Abstract:
Transthyretin amyloid cardiomyopathy (ATTR-CM) is a progressive, fatal disease. Dissociation of tetrameric transthyretin (TTR) is the triggering event in the pathogenic mechanism; destabilizing TTR mutations accelerate the process. The TTR stabilizers, tafamidis and acoramidis, are the only United States Food and Drug Administration (FDA) approved treatments for patients with ATTR-CM. By mimicking the stabilizing characteristics of the super-stabilizing, disease-protecting variant T119M, we hypothesize that acoramidis displays differential TTR binding, kinetic stability, and tetramer stabilization compared with other TTR stabilizers, such as tafamidis and diflunisal.

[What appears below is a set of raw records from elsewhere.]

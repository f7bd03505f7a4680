import type { Metadata } from "next";
import Link from "next/link";
import { clockTime, dayHeading, localInputValue } from "@/components/bookings/booking-words";
import { BlockForm, RemoveBlockButton } from "@/components/bookings/schedule-forms";
import { PageHeader } from "@/components/ui/page-header";
import { listBlocksInRange } from "@/db/queries/bookings-schedule";
import { listAircraft } from "@/db/queries/fleet";
import { addDays, isoDateInTimeZone } from "@/lib/dates";
import { authorizePage } from "@/lib/server/authorize";

export const metadata: Metadata = { title: "Maintenance blocks" };
export const dynamic = "force-dynamic";

export default async function MaintenanceBlocksPage({ params }: { params: Promise<{ club: string }> }) {
  const { club: slug } = await params;
  const { db, club } = await authorizePage(slug, ["create", "MaintenanceBlock"]);
  const now = new Date();
  const tz = club.timeZone;
  const tomorrow = addDays(isoDateInTimeZone(now, tz), 1);
  const blocks = listBlocksInRange(db, club.id, now, new Date(now.getTime() + 400 * 86_400_000));
  const when = (d: Date) => `${dayHeading(localInputValue(d, tz).slice(0, 10))} ${clockTime(d, tz)}`;
  return (
    <div className="max-w-2xl">
      <PageHeader title="Maintenance blocks" lead={`Time an aircraft is with maintenance. Members see each block and its reason on the booking page, and bookings over it are refused. Club time (${tz}).`} />
      <section className="card mb-4">
        <BlockForm slug={club.slug} aircraft={listAircraft(db, club.id).map((a) => ({ id: a.id, label: `${a.registration} — ${a.make} ${a.model}` }))} defaults={{ startsAt: `${tomorrow}T08:00`, endsAt: `${tomorrow}T17:00` }} />
      </section>
      <section className="card" aria-labelledby="blocks-h">
        <h2 id="blocks-h" className="mb-2 text-lg font-bold">Blocks now and to come</h2>
        {blocks.length === 0 ? <p className="text-sm text-ink-500">No aircraft is blocked.</p> : null}
        <ul className="divide-y divide-sand-200 text-sm">
          {blocks.map((b) => (
            <li key={b.id} className="flex flex-wrap items-center justify-between gap-2 py-2">
              <span><strong>{b.registration}</strong> {`${when(b.startsAt)} – ${when(b.endsAt)}`} · {b.reason}</span>
              <RemoveBlockButton slug={club.slug} blockId={b.id} label={`${b.registration} ${when(b.startsAt)}`} />
            </li>
          ))}
        </ul>
      </section>
      <p className="mt-4"><Link href={`/clubs/${club.slug}/bookings`} className="inline-flex min-h-11 items-center">Back to the bookings</Link></p>
    </div>
  );
}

The TTR binding affinity and thermodynamic stability of TTR interaction of acoramidis and tafamidis were assessed by surface plasmon resonance and microscale thermophoresis (MST). Tetrameric TTR stabilization by acoramidis, tafamidis, and diflunisal in the presence of plasma proteins against acidic denaturation was measured by immune blots. In kinetic studies, surface plasmon resonance demonstrated 4 times longer residence time for acoramidis bound to TTR than tafamidis. The dissociation constants were consistent with those determined by equilibrium measurements in MST. The affinity of acoramidis for purified TTR, as measured by MST, was 4 times higher than that of tafamidis. When tested at clinically relevant plasma concentrations, acoramidis stabilized TTR against acidic denaturation to a much higher extent (≥90%) than tafamidis or diflunisal. Of note, both tafamidis and diflunisal demonstrated partial stabilization of tetrameric TTR. Relative to other stabilizers, acoramidis is more potent as independently assessed by TTR binding affinity, kinetic stability, and acid-mediated denaturation. These properties may contribute to the ability of acoramidis to achieve near-complete stabilization of TTR in plasma samples.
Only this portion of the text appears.